Data for this exercise:
※ ※ ※

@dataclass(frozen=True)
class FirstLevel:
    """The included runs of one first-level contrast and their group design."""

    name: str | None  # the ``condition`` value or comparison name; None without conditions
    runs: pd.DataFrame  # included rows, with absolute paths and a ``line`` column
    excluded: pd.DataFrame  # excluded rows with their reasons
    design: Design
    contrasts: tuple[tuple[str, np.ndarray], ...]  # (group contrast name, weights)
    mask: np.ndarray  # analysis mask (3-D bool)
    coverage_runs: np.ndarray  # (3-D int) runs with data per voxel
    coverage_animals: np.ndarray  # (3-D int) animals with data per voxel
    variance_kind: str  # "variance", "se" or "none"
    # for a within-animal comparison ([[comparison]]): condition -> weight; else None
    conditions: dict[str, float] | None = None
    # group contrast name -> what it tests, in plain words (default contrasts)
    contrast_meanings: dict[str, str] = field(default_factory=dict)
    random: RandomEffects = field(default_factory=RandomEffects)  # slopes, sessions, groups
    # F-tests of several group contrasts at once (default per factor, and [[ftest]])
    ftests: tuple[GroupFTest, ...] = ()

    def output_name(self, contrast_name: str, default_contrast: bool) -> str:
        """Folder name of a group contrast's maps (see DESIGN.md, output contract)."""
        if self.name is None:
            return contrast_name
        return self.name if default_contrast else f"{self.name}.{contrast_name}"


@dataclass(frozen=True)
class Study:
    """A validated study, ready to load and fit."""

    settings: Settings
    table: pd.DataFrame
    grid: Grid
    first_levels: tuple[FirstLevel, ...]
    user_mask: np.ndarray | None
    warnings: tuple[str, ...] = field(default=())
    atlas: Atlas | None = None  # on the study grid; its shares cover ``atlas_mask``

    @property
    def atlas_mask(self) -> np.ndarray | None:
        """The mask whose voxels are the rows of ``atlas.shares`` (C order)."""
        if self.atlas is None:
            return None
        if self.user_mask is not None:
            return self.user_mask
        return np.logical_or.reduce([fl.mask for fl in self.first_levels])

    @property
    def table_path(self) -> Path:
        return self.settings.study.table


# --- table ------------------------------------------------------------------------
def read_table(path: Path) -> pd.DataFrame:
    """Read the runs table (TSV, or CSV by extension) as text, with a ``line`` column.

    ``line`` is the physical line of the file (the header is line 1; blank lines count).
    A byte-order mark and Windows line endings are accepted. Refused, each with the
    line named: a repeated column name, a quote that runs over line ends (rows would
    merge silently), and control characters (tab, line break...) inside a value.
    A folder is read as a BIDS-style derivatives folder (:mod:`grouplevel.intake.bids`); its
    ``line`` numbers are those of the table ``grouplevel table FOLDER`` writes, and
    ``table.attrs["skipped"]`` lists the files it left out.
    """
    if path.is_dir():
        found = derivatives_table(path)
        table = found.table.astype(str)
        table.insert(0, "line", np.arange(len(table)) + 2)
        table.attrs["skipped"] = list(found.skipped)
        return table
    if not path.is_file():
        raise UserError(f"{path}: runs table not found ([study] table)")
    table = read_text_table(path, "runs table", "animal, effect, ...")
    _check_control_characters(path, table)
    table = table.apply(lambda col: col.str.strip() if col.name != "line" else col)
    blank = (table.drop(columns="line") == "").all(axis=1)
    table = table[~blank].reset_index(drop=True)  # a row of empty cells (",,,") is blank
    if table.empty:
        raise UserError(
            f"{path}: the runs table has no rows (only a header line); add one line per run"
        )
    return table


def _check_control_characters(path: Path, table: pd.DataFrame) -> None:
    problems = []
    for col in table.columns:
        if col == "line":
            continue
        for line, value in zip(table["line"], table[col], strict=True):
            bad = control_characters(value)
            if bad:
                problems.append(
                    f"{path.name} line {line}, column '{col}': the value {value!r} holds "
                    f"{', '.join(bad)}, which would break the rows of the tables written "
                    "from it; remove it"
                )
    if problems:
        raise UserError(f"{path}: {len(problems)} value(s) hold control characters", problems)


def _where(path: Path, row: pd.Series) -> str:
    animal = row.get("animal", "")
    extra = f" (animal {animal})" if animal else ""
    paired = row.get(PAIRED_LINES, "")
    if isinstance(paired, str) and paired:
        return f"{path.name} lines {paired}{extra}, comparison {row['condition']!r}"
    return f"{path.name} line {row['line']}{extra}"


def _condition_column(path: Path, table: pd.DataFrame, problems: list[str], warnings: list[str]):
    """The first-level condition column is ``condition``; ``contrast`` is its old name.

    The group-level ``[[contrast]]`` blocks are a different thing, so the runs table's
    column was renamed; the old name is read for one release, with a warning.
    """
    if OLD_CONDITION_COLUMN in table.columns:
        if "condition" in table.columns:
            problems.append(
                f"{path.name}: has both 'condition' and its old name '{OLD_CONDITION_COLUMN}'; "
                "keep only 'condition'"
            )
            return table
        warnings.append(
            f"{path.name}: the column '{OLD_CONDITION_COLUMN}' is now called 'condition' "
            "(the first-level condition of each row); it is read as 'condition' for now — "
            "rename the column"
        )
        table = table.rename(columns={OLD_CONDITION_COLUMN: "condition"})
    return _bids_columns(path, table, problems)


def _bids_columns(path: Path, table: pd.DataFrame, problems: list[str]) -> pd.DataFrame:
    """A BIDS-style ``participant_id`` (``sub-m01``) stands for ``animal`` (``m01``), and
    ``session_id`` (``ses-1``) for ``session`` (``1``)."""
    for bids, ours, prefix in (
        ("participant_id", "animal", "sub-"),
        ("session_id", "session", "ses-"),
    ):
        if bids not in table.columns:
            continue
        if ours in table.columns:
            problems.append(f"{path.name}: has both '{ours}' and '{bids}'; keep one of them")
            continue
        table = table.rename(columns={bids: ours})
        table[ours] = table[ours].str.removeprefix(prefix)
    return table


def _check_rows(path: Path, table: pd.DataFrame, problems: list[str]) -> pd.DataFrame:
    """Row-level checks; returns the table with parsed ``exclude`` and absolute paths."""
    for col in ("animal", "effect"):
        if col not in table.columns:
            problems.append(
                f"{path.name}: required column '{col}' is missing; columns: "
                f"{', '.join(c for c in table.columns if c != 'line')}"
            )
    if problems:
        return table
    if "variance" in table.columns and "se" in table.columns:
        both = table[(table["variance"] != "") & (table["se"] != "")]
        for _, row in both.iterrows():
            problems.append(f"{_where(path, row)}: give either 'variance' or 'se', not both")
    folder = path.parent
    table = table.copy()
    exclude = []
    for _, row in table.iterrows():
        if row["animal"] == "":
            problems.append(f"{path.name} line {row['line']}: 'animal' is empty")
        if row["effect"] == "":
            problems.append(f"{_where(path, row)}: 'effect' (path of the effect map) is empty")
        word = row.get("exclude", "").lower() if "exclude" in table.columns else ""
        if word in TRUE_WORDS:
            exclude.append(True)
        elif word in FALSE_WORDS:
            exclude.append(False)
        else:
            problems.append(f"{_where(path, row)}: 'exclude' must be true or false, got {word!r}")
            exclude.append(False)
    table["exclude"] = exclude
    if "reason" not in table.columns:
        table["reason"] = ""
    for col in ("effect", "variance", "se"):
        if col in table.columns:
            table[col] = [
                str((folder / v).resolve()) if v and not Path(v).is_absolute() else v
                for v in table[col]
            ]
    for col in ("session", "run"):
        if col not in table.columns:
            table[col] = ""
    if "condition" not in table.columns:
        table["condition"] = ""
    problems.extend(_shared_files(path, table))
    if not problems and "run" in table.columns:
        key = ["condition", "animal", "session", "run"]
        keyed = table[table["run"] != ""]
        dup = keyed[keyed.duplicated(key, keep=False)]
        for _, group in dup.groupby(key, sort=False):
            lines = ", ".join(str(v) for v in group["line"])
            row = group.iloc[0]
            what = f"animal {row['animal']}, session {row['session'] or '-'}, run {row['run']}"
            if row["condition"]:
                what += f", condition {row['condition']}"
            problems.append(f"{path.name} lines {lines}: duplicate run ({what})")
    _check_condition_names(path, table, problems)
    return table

※ ※ ※

When a line in the material above includes the word "UserError", copy that line.

Answer box:
        raise UserError(f"{path}: runs table not found ([study] table)")
        raise UserError(
        raise UserError(f"{path}: {len(problems)} value(s) hold control characters", problems)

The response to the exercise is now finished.